Pull every line containing "offset" out of the material below.

- - - - -

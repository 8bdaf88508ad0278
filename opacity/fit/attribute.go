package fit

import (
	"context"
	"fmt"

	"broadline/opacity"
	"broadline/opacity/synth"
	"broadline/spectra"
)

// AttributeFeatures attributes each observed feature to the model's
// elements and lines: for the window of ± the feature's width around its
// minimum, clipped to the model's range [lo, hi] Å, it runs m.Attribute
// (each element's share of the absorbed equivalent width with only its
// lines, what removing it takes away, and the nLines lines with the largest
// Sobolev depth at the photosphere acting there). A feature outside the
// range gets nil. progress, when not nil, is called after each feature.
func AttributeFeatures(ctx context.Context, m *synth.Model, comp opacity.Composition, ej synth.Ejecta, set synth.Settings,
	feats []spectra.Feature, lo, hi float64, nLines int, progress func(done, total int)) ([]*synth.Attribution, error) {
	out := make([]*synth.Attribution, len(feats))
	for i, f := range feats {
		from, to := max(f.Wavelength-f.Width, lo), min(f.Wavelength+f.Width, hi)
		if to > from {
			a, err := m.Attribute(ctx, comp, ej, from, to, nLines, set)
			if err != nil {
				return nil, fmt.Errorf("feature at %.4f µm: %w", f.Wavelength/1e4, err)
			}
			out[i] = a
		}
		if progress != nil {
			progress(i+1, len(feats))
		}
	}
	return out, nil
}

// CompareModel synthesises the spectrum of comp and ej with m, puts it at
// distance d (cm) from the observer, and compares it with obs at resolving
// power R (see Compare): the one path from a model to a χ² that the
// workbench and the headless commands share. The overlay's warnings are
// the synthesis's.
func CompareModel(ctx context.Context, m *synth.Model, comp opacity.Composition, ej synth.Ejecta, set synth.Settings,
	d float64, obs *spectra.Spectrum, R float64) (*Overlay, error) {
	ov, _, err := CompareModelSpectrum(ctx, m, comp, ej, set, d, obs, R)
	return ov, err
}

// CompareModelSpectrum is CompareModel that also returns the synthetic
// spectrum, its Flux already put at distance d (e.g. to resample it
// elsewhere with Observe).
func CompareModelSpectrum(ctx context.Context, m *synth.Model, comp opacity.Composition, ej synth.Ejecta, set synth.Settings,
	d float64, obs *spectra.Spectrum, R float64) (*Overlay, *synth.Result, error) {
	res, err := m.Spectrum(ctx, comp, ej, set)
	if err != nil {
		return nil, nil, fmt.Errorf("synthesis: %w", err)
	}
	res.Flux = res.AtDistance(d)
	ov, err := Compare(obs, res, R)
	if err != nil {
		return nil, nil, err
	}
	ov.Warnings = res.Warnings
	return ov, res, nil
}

- - - - -

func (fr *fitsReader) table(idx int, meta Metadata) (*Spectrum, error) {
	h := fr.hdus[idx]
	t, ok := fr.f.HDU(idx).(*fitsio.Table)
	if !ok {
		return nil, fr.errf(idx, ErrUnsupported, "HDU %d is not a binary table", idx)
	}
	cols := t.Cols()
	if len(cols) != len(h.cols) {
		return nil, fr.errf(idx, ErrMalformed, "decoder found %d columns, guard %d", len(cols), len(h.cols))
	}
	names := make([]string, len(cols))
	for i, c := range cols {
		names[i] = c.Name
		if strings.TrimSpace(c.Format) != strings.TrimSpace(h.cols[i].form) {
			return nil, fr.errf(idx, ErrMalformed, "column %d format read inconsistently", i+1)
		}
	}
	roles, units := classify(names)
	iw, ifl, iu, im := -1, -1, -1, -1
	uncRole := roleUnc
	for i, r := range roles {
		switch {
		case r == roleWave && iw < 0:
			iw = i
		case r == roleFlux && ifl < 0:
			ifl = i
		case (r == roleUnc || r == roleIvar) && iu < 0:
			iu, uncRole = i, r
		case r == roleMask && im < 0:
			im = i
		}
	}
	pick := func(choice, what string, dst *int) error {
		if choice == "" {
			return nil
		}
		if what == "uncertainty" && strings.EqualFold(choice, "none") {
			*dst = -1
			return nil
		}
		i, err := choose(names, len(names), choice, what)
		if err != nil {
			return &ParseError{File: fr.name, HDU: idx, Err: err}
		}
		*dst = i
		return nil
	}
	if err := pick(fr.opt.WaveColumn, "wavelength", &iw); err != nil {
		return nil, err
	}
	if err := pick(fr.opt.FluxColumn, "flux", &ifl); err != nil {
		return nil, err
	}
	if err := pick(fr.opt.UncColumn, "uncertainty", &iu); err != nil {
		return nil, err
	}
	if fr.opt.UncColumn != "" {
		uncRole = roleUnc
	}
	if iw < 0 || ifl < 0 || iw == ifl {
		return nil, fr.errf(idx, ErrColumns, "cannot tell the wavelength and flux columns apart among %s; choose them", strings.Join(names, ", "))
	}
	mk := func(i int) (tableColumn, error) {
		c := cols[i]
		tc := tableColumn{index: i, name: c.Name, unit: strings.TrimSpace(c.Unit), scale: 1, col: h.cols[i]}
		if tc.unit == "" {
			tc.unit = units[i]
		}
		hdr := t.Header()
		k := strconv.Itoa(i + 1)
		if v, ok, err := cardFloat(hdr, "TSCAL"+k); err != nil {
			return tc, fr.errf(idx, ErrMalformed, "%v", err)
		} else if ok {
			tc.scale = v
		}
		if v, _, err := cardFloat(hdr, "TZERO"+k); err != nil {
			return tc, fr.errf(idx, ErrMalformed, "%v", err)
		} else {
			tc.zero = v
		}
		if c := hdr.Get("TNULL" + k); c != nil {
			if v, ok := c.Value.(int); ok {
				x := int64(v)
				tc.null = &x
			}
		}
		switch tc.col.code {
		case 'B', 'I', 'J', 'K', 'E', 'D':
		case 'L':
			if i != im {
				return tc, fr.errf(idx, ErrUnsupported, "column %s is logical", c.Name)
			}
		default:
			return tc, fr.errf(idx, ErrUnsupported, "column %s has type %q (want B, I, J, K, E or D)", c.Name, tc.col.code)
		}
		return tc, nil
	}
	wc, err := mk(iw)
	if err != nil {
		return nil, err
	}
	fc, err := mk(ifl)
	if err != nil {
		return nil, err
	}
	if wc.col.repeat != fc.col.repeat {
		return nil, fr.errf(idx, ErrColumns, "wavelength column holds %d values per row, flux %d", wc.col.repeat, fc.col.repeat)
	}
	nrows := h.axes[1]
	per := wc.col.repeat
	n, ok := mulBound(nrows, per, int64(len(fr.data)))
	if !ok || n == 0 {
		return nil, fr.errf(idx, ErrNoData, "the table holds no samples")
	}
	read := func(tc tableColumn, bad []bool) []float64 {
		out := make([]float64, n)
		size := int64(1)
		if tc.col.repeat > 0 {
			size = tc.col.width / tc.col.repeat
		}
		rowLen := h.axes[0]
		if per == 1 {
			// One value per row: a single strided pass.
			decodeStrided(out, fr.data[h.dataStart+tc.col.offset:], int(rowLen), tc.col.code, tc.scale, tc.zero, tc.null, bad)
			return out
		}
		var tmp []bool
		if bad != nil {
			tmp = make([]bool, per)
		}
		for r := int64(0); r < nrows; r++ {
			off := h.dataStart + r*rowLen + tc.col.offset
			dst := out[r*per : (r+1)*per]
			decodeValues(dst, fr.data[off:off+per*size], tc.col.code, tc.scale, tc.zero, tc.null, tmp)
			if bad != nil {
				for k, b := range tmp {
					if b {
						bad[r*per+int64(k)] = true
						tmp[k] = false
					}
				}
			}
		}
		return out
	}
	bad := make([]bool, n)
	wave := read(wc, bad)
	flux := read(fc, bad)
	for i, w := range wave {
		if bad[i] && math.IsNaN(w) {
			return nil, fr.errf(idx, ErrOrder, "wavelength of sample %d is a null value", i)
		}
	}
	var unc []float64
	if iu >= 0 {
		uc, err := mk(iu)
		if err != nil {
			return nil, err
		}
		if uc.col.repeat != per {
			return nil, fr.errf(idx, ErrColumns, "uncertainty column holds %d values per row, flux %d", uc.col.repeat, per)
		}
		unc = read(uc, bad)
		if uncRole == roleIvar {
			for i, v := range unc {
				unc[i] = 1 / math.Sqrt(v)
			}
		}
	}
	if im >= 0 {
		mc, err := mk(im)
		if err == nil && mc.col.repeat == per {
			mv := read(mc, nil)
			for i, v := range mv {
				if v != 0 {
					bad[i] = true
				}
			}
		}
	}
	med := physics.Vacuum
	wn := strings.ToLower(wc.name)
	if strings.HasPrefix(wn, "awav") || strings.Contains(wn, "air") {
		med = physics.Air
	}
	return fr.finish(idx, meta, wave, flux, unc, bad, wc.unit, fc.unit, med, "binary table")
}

- - - - -

- _ANSWER FOR THIS EXERCISE_:
			decodeStrided(out, fr.data[h.dataStart+tc.col.offset:], int(rowLen), tc.col.code, tc.scale, tc.zero, tc.null, bad)
			off := h.dataStart + r*rowLen + tc.col.offset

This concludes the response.